### Required work
Type out the data again. Keep every line exactly the same.

### Dataset excerpts
from diskwatch.machine.power import on_battery
from tests.machine.trees import Tree


def supply(tree: Tree, name: str, **files: str):
    for key, content in files.items():
        tree.put(tree.sys / "class/power_supply" / name / key, content)


def test_a_computer_without_a_battery_never_runs_on_one(tree: Tree):
    assert not on_battery(tree.sys)


def test_a_battery_that_empties_is_what_it_runs_on(tree: Tree):
    supply(tree, "AC", type="Mains", online="0")
    supply(tree, "BAT0", type="Battery", status="Discharging", present="1")
    assert on_battery(tree.sys)


def test_with_the_plug_in_it_does_not(tree: Tree):
    supply(tree, "AC", type="Mains", online="1")
    supply(tree, "BAT0", type="Battery", status="Discharging", present="1")
    assert not on_battery(tree.sys)


def test_power_over_usb_is_power_from_outside(tree: Tree):
    supply(tree, "ucsi", type="USB", online="1")
    supply(tree, "BAT0", type="Battery", status="Not charging")
    assert not on_battery(tree.sys)


def test_the_battery_of_a_mouse_does_not_count(tree: Tree):
    supply(tree, "mouse", type="Battery", scope="Device", status="Discharging")
    assert not on_battery(tree.sys)


def test_a_full_battery_without_a_word_of_the_plug_is_not_running_down(tree: Tree):
    supply(tree, "BAT0", type="Battery", status="Full")
    assert not on_battery(tree.sys)


def test_a_battery_that_was_taken_out_does_not_count(tree: Tree):
    supply(tree, "BAT1", type="Battery", status="Discharging", present="0")
    assert not on_battery(tree.sys)
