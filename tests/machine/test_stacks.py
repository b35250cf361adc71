from diskwatch.machine.stacks import stack_on
from tests.machine.trees import Tree


def test_a_stack_reaches_through_partition_lock_and_volume(tree: Tree):
    disk = tree.sata()
    part = tree.partition(disk, "sda2", "8:2")
    crypt = tree.stacked("dm-0", "253:0", part, dm_name="crypt")
    tree.stacked("dm-1", "253:1", crypt, dm_name="vg-home")
    tree.sata("sdb", "8:16", port=4)
    stack = stack_on(tree.sys, ["sda"])
    assert stack.names == {"sda", "sda2", "dm-0", "dm-1"}
    assert stack.numbers == {"8:0", "8:2", "253:0", "253:1"}


def test_a_partition_of_an_array_lies_on_both_of_its_disks(tree: Tree):
    first, second = tree.sata("sda", "8:0"), tree.sata("sdb", "8:16", port=4)
    array = tree.stacked("md0", "9:0", first, second)
    tree.partition(array, "md0p1", "259:7")
    for disk in ("sda", "sdb"):
        assert stack_on(tree.sys, [disk]).numbers >= {"9:0", "259:7"}


def test_holders_that_run_in_a_circle_or_are_gone_end_the_walk(tree: Tree):
    disk = tree.sata()
    upper = tree.stacked("dm-0", "253:0", disk)
    (upper / "holders" / "sda").symlink_to(disk)
    (upper / "holders" / "dm-9").symlink_to("gone")
    assert stack_on(tree.sys, ["sda"]).numbers == {"8:0", "253:0"}


def test_a_loop_over_a_partition_lies_on_its_drive_and_one_over_a_file_does_not(tree: Tree):
    tree.partition(tree.sata(), "sda2", "8:2")
    tree.loop("loop0", "7:0", "/dev/sda2")
    tree.loop("loop1", "7:1", "/home/user/image")
    tree.block("loop2", "devices/virtual/block", device=None, number="7:2")
    assert stack_on(tree.sys, ["sda"], dev_root=tree.dev).names == {"sda", "sda2", "loop0"}


def test_a_cached_disk_lies_on_the_disk_and_on_its_cache(tree: Tree):
    disk, cache = tree.sata("sda", "8:0"), tree.sata("sdb", "8:16", port=4)
    tree.stacked("bcache0", "252:0", disk, cache)
    assert "252:0" in stack_on(tree.sys, ["sda"]).numbers & stack_on(tree.sys, ["sdb"]).numbers


def test_names_given_to_partitions_are_kept(tree: Tree):
    disk = tree.sata()
    tree.partition(disk, "sda1", "8:1", label="EFI part=1")
    tree.partition(disk, "sda2", "8:2")
    assert stack_on(tree.sys, ["sda"]).labels == {"EFI part=1"}
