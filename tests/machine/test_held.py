import logging
import os
import subprocess
import sys

import pytest

from diskwatch.machine import held
from diskwatch.machine.held import Family, device_of
from tests.machine.recordings import FIXTURES, text_of

SAS = text_of(FIXTURES / "invented_sas_megaraid_failing" / "all.txt").splitlines()
ATA = text_of(FIXTURES / "invented_hdd_failing" / "all.txt").splitlines()


def test_a_sas_drive_is_read_by_the_library_without_any_process(monkeypatch: pytest.MonkeyPatch):
    def forbidden(*_args: object, **_more: object) -> None:
        raise AssertionError("a process was started")

    device_of(SAS, Family.SCSI)  # the import itself may look for the command
    monkeypatch.setattr(subprocess, "Popen", forbidden)
    monkeypatch.setattr("pySMART.smartctl.Popen", forbidden)
    device = device_of(SAS, Family.SCSI)
    assert device is not None
    assert device.diagnostics.Uncorrected_Reads == 14
    assert len(device.tests) == 2


def test_a_short_headline_loses_no_line_and_a_table_cut_off_is_read_to_its_end():
    cut = ATA[3 : ATA.index(next(line for line in ATA if line.startswith("  9 Power_On")))]
    device = device_of(cut, Family.ATA)
    assert device is not None
    assert device.model == "Borealis Tundra BT4000"
    assert [row.num for row in device.attributes if row is not None] == [1, 3, 4, 5, 7]


def test_a_text_on_which_the_library_gives_up_is_none():
    broken = [
        line.replace("Elements in grown defect list: 873", "Elements in grown defect list: many")
        for line in SAS
    ]
    assert device_of(broken, Family.SCSI) is None
    assert device_of([], Family.ATA) is None


def test_importing_the_library_leaves_the_process_as_it_was():
    # A process of its own: here the library was imported long ago.
    program = (
        "import logging, os\n"
        "from diskwatch.machine.held import Family, device_of\n"
        "before = logging.getLoggerClass(), os.environ.get('LANG')\n"
        "assert device_of(['Device Model: X'], Family.ATA).model == 'X'\n"
        "assert (logging.getLoggerClass(), os.environ.get('LANG')) == before, 'changed'\n"
        "assert type(logging.getLogger('later')) is logging.Logger\n"
    )
    for language in (None, "de_DE.UTF-8"):
        surroundings = {key: value for key, value in os.environ.items() if key != "LANG"}
        if language is not None:
            surroundings["LANG"] = language
        done = subprocess.run(
            [sys.executable, "-W", "error", "-c", program], env=surroundings, capture_output=True, check=False
        )
        assert done.returncode == 0, done.stderr.decode()


def test_the_library_is_not_imported_with_the_module():
    program = "import sys, diskwatch.machine.smartctl; sys.exit('pySMART' in sys.modules)"
    assert subprocess.run([sys.executable, "-c", program], check=False).returncode == 0


def test_nothing_can_be_set_on_the_wrapper():
    _device, wrapper = held._library()
    with pytest.raises(TypeError, match="standby"):
        wrapper(ATA).add_options(["-n", "standby"])


def test_the_family_is_told_to_the_library_so_that_it_does_not_ask_for_it():
    assert [family.value for family in Family] == ["sat", "nvme", "scsi"]
    assert logging.getLoggerClass() is logging.Logger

### Solution
from diskwatch.machine.power import on_battery
from tests.machine.trees import Tree


def supply(tree: Tree, name: str, **files: str):
    for key, content in files.items():
        tree.put(tree.sys / "class/power_supply" / name / key, content)


def test_a_computer_without_a_battery_never_runs_on_one(tree: Tree):
    assert not on_battery(tree.sys)


def test_a_battery_that_empties_is_what_it_runs_on(tree: Tree):
    supply(tree, "AC", type="Mains", online="0")
    supply(tree, "BAT0", type="Battery", status="Discharging", present="1")
    assert on_battery(tree.sys)


def test_with_the_plug_in_it_does_not(tree: Tree):
    supply(tree, "AC", type="Mains", online="1")
    supply(tree, "BAT0", type="Battery", status="Discharging", present="1")
    assert not on_battery(tree.sys)


def test_power_over_usb_is_power_from_outside(tree: Tree):
    supply(tree, "ucsi", type="USB", online="1")
    supply(tree, "BAT0", type="Battery", status="Not charging")
    assert not on_battery(tree.sys)


def test_the_battery_of_a_mouse_does_not_count(tree: Tree):
    supply(tree, "mouse", type="Battery", scope="Device", status="Discharging")
    assert not on_battery(tree.sys)


def test_a_full_battery_without_a_word_of_the_plug_is_not_running_down(tree: Tree):
    supply(tree, "BAT0", type="Battery", status="Full")
    assert not on_battery(tree.sys)


def test_a_battery_that_was_taken_out_does_not_count(tree: Tree):
    supply(tree, "BAT1", type="Battery", status="Discharging", present="0")
    assert not on_battery(tree.sys)
filename tests/machine/test_stacks.py
repository b35250cf361adc71
from diskwatch.machine.stacks import stack_on
from tests.machine.trees import Tree


def test_a_stack_reaches_through_partition_lock_and_volume(tree: Tree):
    disk = tree.sata()
    part = tree.partition(disk, "sda2", "8:2")
    crypt = tree.stacked("dm-0", "253:0", part, dm_name="crypt")
    tree.stacked("dm-1", "253:1", crypt, dm_name="vg-home")
    tree.sata("sdb", "8:16", port=4)
    stack = stack_on(tree.sys, ["sda"])
    assert stack.names == {"sda", "sda2", "dm-0", "dm-1"}
    assert stack.numbers == {"8:0", "8:2", "253:0", "253:1"}


def test_a_partition_of_an_array_lies_on_both_of_its_disks(tree: Tree):
    first, second = tree.sata("sda", "8:0"), tree.sata("sdb", "8:16", port=4)
    array = tree.stacked("md0", "9:0", first, second)
    tree.partition(array, "md0p1", "259:7")
    for disk in ("sda", "sdb"):
        assert stack_on(tree.sys, [disk]).numbers >= {"9:0", "259:7"}


def test_holders_that_run_in_a_circle_or_are_gone_end_the_walk(tree: Tree):
    disk = tree.sata()
    upper = tree.stacked("dm-0", "253:0", disk)
    (upper / "holders" / "sda").symlink_to(disk)
    (upper / "holders" / "dm-9").symlink_to("gone")
    assert stack_on(tree.sys, ["sda"]).numbers == {"8:0", "253:0"}


def test_a_loop_over_a_partition_lies_on_its_drive_and_one_over_a_file_does_not(tree: Tree):
    tree.partition(tree.sata(), "sda2", "8:2")
    tree.loop("loop0", "7:0", "/dev/sda2")
    tree.loop("loop1", "7:1", "/home/user/image")
    tree.block("loop2", "devices/virtual/block", device=None, number="7:2")
    assert stack_on(tree.sys, ["sda"], dev_root=tree.dev).names == {"sda", "sda2", "loop0"}


def test_a_cached_disk_lies_on_the_disk_and_on_its_cache(tree: Tree):
    disk, cache = tree.sata("sda", "8:0"), tree.sata("sdb", "8:16", port=4)
    tree.stacked("bcache0", "252:0", disk, cache)
    assert "252:0" in stack_on(tree.sys, ["sda"]).numbers & stack_on(tree.sys, ["sdb"]).numbers


def test_names_given_to_partitions_are_kept(tree: Tree):
    disk = tree.sata()
    tree.partition(disk, "sda1", "8:1", label="EFI part=1")
    tree.partition(disk, "sda2", "8:2")
    assert stack_on(tree.sys, ["sda"]).labels == {"EFI part=1"}
filename tests/machine/test_held.py
import logging
import os
import subprocess
import sys

import pytest

from diskwatch.machine import held
from diskwatch.machine.held import Family, device_of
from tests.machine.recordings import FIXTURES, text_of

SAS = text_of(FIXTURES / "invented_sas_megaraid_failing" / "all.txt").splitlines()
ATA = text_of(FIXTURES / "invented_hdd_failing" / "all.txt").splitlines()


def test_a_sas_drive_is_read_by_the_library_without_any_process(monkeypatch: pytest.MonkeyPatch):
    def forbidden(*_args: object, **_more: object) -> None:
        raise AssertionError("a process was started")

    device_of(SAS, Family.SCSI)  # the import itself may look for the command
    monkeypatch.setattr(subprocess, "Popen", forbidden)
    monkeypatch.setattr("pySMART.smartctl.Popen", forbidden)
    device = device_of(SAS, Family.SCSI)
    assert device is not None
    assert device.diagnostics.Uncorrected_Reads == 14
    assert len(device.tests) == 2


def test_a_short_headline_loses_no_line_and_a_table_cut_off_is_read_to_its_end():
    cut = ATA[3 : ATA.index(next(line for line in ATA if line.startswith("  9 Power_On")))]
    device = device_of(cut, Family.ATA)
    assert device is not None
    assert device.model == "Borealis Tundra BT4000"
    assert [row.num for row in device.attributes if row is not None] == [1, 3, 4, 5, 7]


def test_a_text_on_which_the_library_gives_up_is_none():
    broken = [
        line.replace("Elements in grown defect list: 873", "Elements in grown defect list: many")
        for line in SAS
    ]
    assert device_of(broken, Family.SCSI) is None
    assert device_of([], Family.ATA) is None


def test_importing_the_library_leaves_the_process_as_it_was():
    # A process of its own: here the library was imported long ago.
    program = (
        "import logging, os\n"
        "from diskwatch.machine.held import Family, device_of\n"
        "before = logging.getLoggerClass(), os.environ.get('LANG')\n"
        "assert device_of(['Device Model: X'], Family.ATA).model == 'X'\n"
        "assert (logging.getLoggerClass(), os.environ.get('LANG')) == before, 'changed'\n"
        "assert type(logging.getLogger('later')) is logging.Logger\n"
    )
    for language in (None, "de_DE.UTF-8"):
        surroundings = {key: value for key, value in os.environ.items() if key != "LANG"}
        if language is not None:
            surroundings["LANG"] = language
        done = subprocess.run(
            [sys.executable, "-W", "error", "-c", program], env=surroundings, capture_output=True, check=False
        )
        assert done.returncode == 0, done.stderr.decode()


def test_the_library_is_not_imported_with_the_module():
    program = "import sys, diskwatch.machine.smartctl; sys.exit('pySMART' in sys.modules)"
    assert subprocess.run([sys.executable, "-c", program], check=False).returncode == 0


def test_nothing_can_be_set_on_the_wrapper():
    _device, wrapper = held._library()
    with pytest.raises(TypeError, match="standby"):
        wrapper(ATA).add_options(["-n", "standby"])


def test_the_family_is_told_to_the_library_so_that_it_does_not_ask_for_it():
    assert [family.value for family in Family] == ["sat", "nvme", "scsi"]
    assert logging.getLoggerClass() is logging.Logger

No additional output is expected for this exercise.